While Article 165 of Bahrain’s penal code does indeed mandate a prison term for anyone who “incites others to develop hatred or hostility towards the system of government,” the jailing of a secular activist for a political speech seems to expose the monarchy’s repeated claims that it is on the path to reform as nothing more than spin.

As the Bahrain Center for Human Rights noted on Tuesday, the State Department “cited Sharif’s early release in June 2015 by royal pardon, after serving four years and three months, as a key example of Bahrain’s ‘meaningful progress’ on human rights reform that led to the partial resumption of arms sales that same month.”

After Sharif was re-arrested, less than two weeks later, the State expressed its “concern,” but made no mention of any concrete action against the gulf kingdom where the United States Navy’s Fifth Fleet is based.

Like the royal family that rules Bahrain, Sharif is a member of the country’s Sunni Muslim minority.

When pro-democracy protesters filled the streets of Bahrain in early 2011, the veteran campaigner against government corruption warned journalists not to fall for the monarchy’s attempts to discredit the peaceful movement as a violent sectarian uprising.

The religion of the protesters “does not matter,” Sharif said in a conversation with a reporter caught on video on February 17 of that year.

A good cause is a good cause — whether it’s a Shia, it’s a Christian, it’s a Jew, it’s a Hindu or whoever has the cause; people should support the cause.
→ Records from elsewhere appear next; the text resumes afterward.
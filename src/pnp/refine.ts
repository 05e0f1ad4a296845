/**
 * Pose refinement: Levenberg–Marquardt over the 6-DoF pose T_cam_target,
 * minimising the reprojection error through the full camera model
 * (distortion and fisheye included):
 *
 *   E(T) = ½ Σ_i ‖r_i‖²,   r_i = project(params, R p_i + t) − uv_i   (pixels).
 *
 * Updates are left perturbations T ← exp(δ)·T with δ = [rx ry rz tx ty tz]
 * (src/geometry/CONVENTIONS.md), so the Jacobian of a residual is
 *   J_r_T = J_uv_p · J_p_T,   J_p_T = [−[p_cam]×, I]   (2x6 per point),
 * with J_uv_p from CameraModel.project and J_p_T from geometry `act`.
 *
 * The damped normal equations (JᵀJ + λ·D) δ = −Jᵀr, D = diag(JᵀJ) (Marquardt's
 * scaling, floored at 1e-12·max diag) are 6x6 and solved by Cholesky.
 */
import type { CameraModel } from '../camera/model.js';
import { act, boxPlus, type Pose } from '../geometry/se3.js';
import { choleskyInPlace, choleskySolveInPlace } from '../linalg/small.js';

export interface RefineOptions {
  /** Maximum number of LM iterations (accepted or rejected steps). Default 100. */
  maxIterations?: number;
  /** Stop when (cost_old − cost_new) ≤ functionTolerance · cost_old after an accepted step. Default 1e-14. */
  functionTolerance?: number;
  /** Stop when ‖δ‖ ≤ stepTolerance · (1 + ‖t‖) (δ in rad and metres). Default 1e-14. */
  stepTolerance?: number;
  /** Initial damping relative to max diag(JᵀJ). Default 1e-4. */
  initialLambda?: number;
}

export const DEFAULT_REFINE_OPTIONS: Readonly<Required<RefineOptions>> = Object.freeze({
  maxIterations: 100,
  functionTolerance: 1e-14,
  stepTolerance: 1e-14,
  initialLambda: 1e-4,
});

export type RefineStatus = 'converged' | 'no_convergence' | 'invalid_point';

export interface RefineResult {
  T_cam_target: Pose;
  /** sqrt(mean over points of du² + dv²), pixels. */
  rmsPx: number;
  /** Per-point reprojection error norms √(du² + dv²), pixels (n; NaN for status 'invalid_point'). */
  residualsPx: Float64Array;
  /** Per-point residuals (du, dv) = (u_pred − u, v_pred − v), interleaved, pixels (2n). */
  residualsUvPx: Float64Array;
  /** Number of LM iterations performed (accepted + rejected steps). */
  iterations: number;
  converged: boolean;
  status: RefineStatus;
  /** Which stopping rule fired, in words. */
  message: string;
  /** For status 'invalid_point': the index of a point the model cannot project at the initial pose. */
  invalidPoint?: number;
}

/**
 * Residuals r_i = project(R p_i + t) − uv_i (interleaved, 2n) at pose T.
 * Fills J_r_T (2n x 6 row-major, left perturbation of T_cam_target) when
 * provided. Returns the index of the first point the model cannot project
 * (behind the camera, beyond the valid angle), or −1 when all are valid.
 */
export function reprojectionResiduals(
  model: CameraModel,
  params: ArrayLike<number>,
  T_cam_target: Pose,
  points3d: ArrayLike<number>,
  pixels: ArrayLike<number>,
  res: Float64Array,
  J_r_T?: Float64Array,
): number {
  const n = points3d.length / 3;
  const p = scratchP;
  const pt = scratchPt;
  const uv = scratchUv;
  const J_p_T = J_r_T ? scratchJpT : undefined;
  const J_uv_p = J_r_T ? scratchJuvp : undefined;
  for (let i = 0; i < n; i++) {
    pt[0] = points3d[3 * i]!;
    pt[1] = points3d[3 * i + 1]!;
    pt[2] = points3d[3 * i + 2]!;
    act(T_cam_target, pt, p, J_p_T);
    if (!model.project(params, p, uv, J_uv_p)) return i;
    res[2 * i] = uv[0]! - pixels[2 * i]!;
    res[2 * i + 1] = uv[1]! - pixels[2 * i + 1]!;
    if (J_r_T && J_p_T && J_uv_p) {
      for (let r = 0; r < 2; r++) {
        for (let c = 0; c < 6; c++) {
          J_r_T[(2 * i + r) * 6 + c] = J_uv_p[r * 3]! * J_p_T[c]! + J_uv_p[r * 3 + 1]! * J_p_T[6 + c]! + J_uv_p[r * 3 + 2]! * J_p_T[12 + c]!;
        }
      }
    }
  }
  return -1;
}

const scratchP = new Float64Array(3);
const scratchPt = new Float64Array(3);
const scratchUv = new Float64Array(2);
const scratchJpT = new Float64Array(18);
const scratchJuvp = new Float64Array(6);

/**
 * Residuals (as reprojectionResiduals) together with the Gauss–Newton normal
 * equations JᵀJ (6x6, full) and g = Jᵀr, accumulated point by point without
 * storing J. Each row of J is J_uv_p[row] · [−[p]×, I], i.e. for a row
 * a = (a0, a1, a2): [a × p, a] = [a2 y − a1 z, a0 z − a2 x, a1 x − a0 y, a0, a1, a2].
 * Returns the first point that cannot be projected, or −1.
 */
function normalEquations(
  model: CameraModel,
  params: ArrayLike<number>,
  T: Pose,
  points3d: ArrayLike<number>,
  pixels: ArrayLike<number>,
  res: Float64Array,
  JtJ: Float64Array,
  g: Float64Array,
): number {
  const n = points3d.length / 3;
  const R = T.R;
  const r0 = R[0]!, r1 = R[1]!, r2 = R[2]!, r3 = R[3]!, r4 = R[4]!, r5 = R[5]!, r6 = R[6]!, r7 = R[7]!, r8 = R[8]!;
  const t0 = T.t[0]!, t1 = T.t[1]!, t2 = T.t[2]!;
  const p = scratchP;
  const uv = scratchUv;
  const Jp = scratchJuvp;
  let a00 = 0, a01 = 0, a02 = 0, a03 = 0, a04 = 0, a05 = 0;
  let a11 = 0, a12 = 0, a13 = 0, a14 = 0, a15 = 0;
  let a22 = 0, a23 = 0, a24 = 0, a25 = 0;
  let a33 = 0, a34 = 0, a35 = 0;
  let a44 = 0, a45 = 0;
  let a55 = 0;
  let b0 = 0, b1 = 0, b2 = 0, b3 = 0, b4 = 0, b5 = 0;
  for (let i = 0; i < n; i++) {
    const X = points3d[3 * i]!, Y = points3d[3 * i + 1]!, Z = points3d[3 * i + 2]!;
    const x = r0 * X + r1 * Y + r2 * Z + t0;
    const y = r3 * X + r4 * Y + r5 * Z + t1;
    const z = r6 * X + r7 * Y + r8 * Z + t2;
    p[0] = x;
    p[1] = y;
    p[2] = z;
    if (!model.project(params, p, uv, Jp)) return i;
    const e0 = uv[0]! - pixels[2 * i]!;
    const e1 = uv[1]! - pixels[2 * i + 1]!;
    res[2 * i] = e0;
    res[2 * i + 1] = e1;
    for (let row = 0; row < 2; row++) {
      const q0 = Jp[3 * row]!, q1 = Jp[3 * row + 1]!, q2 = Jp[3 * row + 2]!;
      const e = row === 0 ? e0 : e1;
      const j0 = q2 * y - q1 * z, j1 = q0 * z - q2 * x, j2 = q1 * x - q0 * y;
      b0 += j0 * e; b1 += j1 * e; b2 += j2 * e; b3 += q0 * e; b4 += q1 * e; b5 += q2 * e;
      a00 += j0 * j0; a01 += j0 * j1; a02 += j0 * j2; a03 += j0 * q0; a04 += j0 * q1; a05 += j0 * q2;
      a11 += j1 * j1; a12 += j1 * j2; a13 += j1 * q0; a14 += j1 * q1; a15 += j1 * q2;
      a22 += j2 * j2; a23 += j2 * q0; a24 += j2 * q1; a25 += j2 * q2;
      a33 += q0 * q0; a34 += q0 * q1; a35 += q0 * q2;
      a44 += q1 * q1; a45 += q1 * q2;
      a55 += q2 * q2;
    }
  }
  const A = JtJ;
  A[0] = a00; A[1] = a01; A[2] = a02; A[3] = a03; A[4] = a04; A[5] = a05;
  A[6] = a01; A[7] = a11; A[8] = a12; A[9] = a13; A[10] = a14; A[11] = a15;
  A[12] = a02; A[13] = a12; A[14] = a22; A[15] = a23; A[16] = a24; A[17] = a25;
  A[18] = a03; A[19] = a13; A[20] = a23; A[21] = a33; A[22] = a34; A[23] = a35;
  A[24] = a04; A[25] = a14; A[26] = a24; A[27] = a34; A[28] = a44; A[29] = a45;
  A[30] = a05; A[31] = a15; A[32] = a25; A[33] = a35; A[34] = a45; A[35] = a55;
  g[0] = b0; g[1] = b1; g[2] = b2; g[3] = b3; g[4] = b4; g[5] = b5;
  return -1;
}

function sumSq(r: Float64Array): number {
  let s = 0;
  for (let i = 0; i < r.length; i++) s += r[i]! * r[i]!;
  return s;
}

/**
 * refinePose(model, params, T0, points3d, pixels) → RefineResult.
 * points3d: xyz interleaved (target frame, metres); pixels: uv interleaved.
 * Never throws on numerical trouble: a point that cannot be projected at the
 * initial pose gives status 'invalid_point'; steps that would make a point
 * unprojectable are rejected like steps that increase the cost.
 *
 * A trial pose is evaluated together with its normal equations, so an
 * accepted step needs no second pass over the points.
 */
export function refinePose(
  model: CameraModel,
  params: ArrayLike<number>,
  T0: Pose,
  points3d: ArrayLike<number>,
  pixels: ArrayLike<number>,
  options: RefineOptions = {},
): RefineResult {
  const o = { ...DEFAULT_REFINE_OPTIONS, ...options };
  const n = points3d.length / 3;
  let T: Pose = { R: Float64Array.from(T0.R), t: Float64Array.from(T0.t) };
  let Tn: Pose = { R: new Float64Array(9), t: new Float64Array(3) };
  let res = new Float64Array(2 * n);
  let resNew = new Float64Array(2 * n);
  let JtJ = new Float64Array(36);
  let g = new Float64Array(6);
  let JtJn = new Float64Array(36);
  let gn = new Float64Array(6);
  const bad = normalEquations(model, params, T, points3d, pixels, res, JtJ, g);
  const rms = (r: Float64Array) => Math.sqrt(sumSq(r) / Math.max(n, 1));
  if (bad >= 0) {
    return {
      T_cam_target: T, rmsPx: NaN, residualsPx: new Float64Array(n).fill(NaN), residualsUvPx: res, iterations: 0, converged: false, status: 'invalid_point',
      message: `point ${bad} cannot be projected at the initial pose`, invalidPoint: bad,
    };
  }
  let cost = 0.5 * sumSq(res);
  let lambda = -1;
  const A = new Float64Array(36);
  const step = new Float64Array(6);
  let iterations = 0;
  let status: RefineStatus = 'no_convergence';
  let message = `stopped after maxIterations = ${o.maxIterations}`;
  while (iterations < o.maxIterations) {
    if (cost === 0) {
      status = 'converged';
      message = 'cost is exactly zero';
      break;
    }
    let maxDiag = 0;
    for (let a = 0; a < 6; a++) maxDiag = Math.max(maxDiag, JtJ[a * 7]!);
    if (lambda < 0) lambda = o.initialLambda;
    A.set(JtJ);
    for (let a = 0; a < 6; a++) A[a * 7]! += lambda * Math.max(JtJ[a * 7]!, 1e-12 * maxDiag);
    iterations++;
    if (choleskyInPlace(A, 6) >= 0) {
      lambda *= 10;
      if (lambda > 1e16) {
        message = 'damped normal equations are not positive definite';
        break;
      }
      continue;
    }
    for (let a = 0; a < 6; a++) step[a] = -g[a]!;
    choleskySolveInPlace(A, 6, step);
    boxPlus(T, step, Tn);
    const badN = normalEquations(model, params, Tn, points3d, pixels, resNew, JtJn, gn);
    const costN = badN >= 0 ? Infinity : 0.5 * sumSq(resNew);
    let stepNorm2 = 0;
    for (let a = 0; a < 6; a++) stepNorm2 += step[a]! * step[a]!;
    const stepNorm = Math.sqrt(stepNorm2);
    const tNorm = Math.hypot(T.t[0]!, T.t[1]!, T.t[2]!);
    if (costN < cost) {
      const decrease = cost - costN;
      [T, Tn] = [Tn, T];
      [res, resNew] = [resNew, res];
      [JtJ, JtJn] = [JtJn, JtJ];
      [g, gn] = [gn, g];
      cost = costN;
      lambda = Math.max(lambda / 10, 1e-16);
      if (decrease <= o.functionTolerance * (cost + decrease)) {
        status = 'converged';
        message = `relative cost decrease ${(decrease / (cost + decrease)).toExponential(2)} ≤ functionTolerance`;
        break;
      }
      if (stepNorm <= o.stepTolerance * (1 + tNorm)) {
        status = 'converged';
        message = `step norm ${stepNorm.toExponential(2)} ≤ stepTolerance·(1 + ‖t‖)`;
        break;
      }
    } else {
      if (stepNorm <= o.stepTolerance * (1 + tNorm)) {
        // No decrease even for a vanishing step: the cost is at its floating-point floor.
        status = 'converged';
        message = `no decrease for a step of norm ${stepNorm.toExponential(2)} ≤ stepTolerance·(1 + ‖t‖)`;
        break;
      }
      lambda *= 10;
      if (lambda > 1e16) {
        status = 'converged';
        message = 'no cost decrease at maximum damping (cost at its numerical floor)';
        break;
      }
    }
  }
  const norms = new Float64Array(n);
  for (let i = 0; i < n; i++) norms[i] = Math.hypot(res[2 * i]!, res[2 * i + 1]!);
  return { T_cam_target: T, rmsPx: rms(res), residualsPx: norms, residualsUvPx: res, iterations, converged: status === 'converged', status, message };
}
The fact of the matter that we have more Shiites supporting the cause does not make the cause any weaker. People with more grievances in any place in the world will take to the streets first; others will follow. I don’t think we should insult the movement because there are a lot of Shiites and very few Sunnis, it does not matter. I am a Sunni, my wife is a Shiite, we are a society where Shia and Sunni live together. The government divided the society. And therefore somebody has to start something. If it is going to be the Shiites from the villages who start, so be it, the people will follow.

One day after this video was recorded, several protesters, marching with their hands in the air and chanting “Peaceful! Peaceful!” were gunned down by members of Bahrain’s security forces.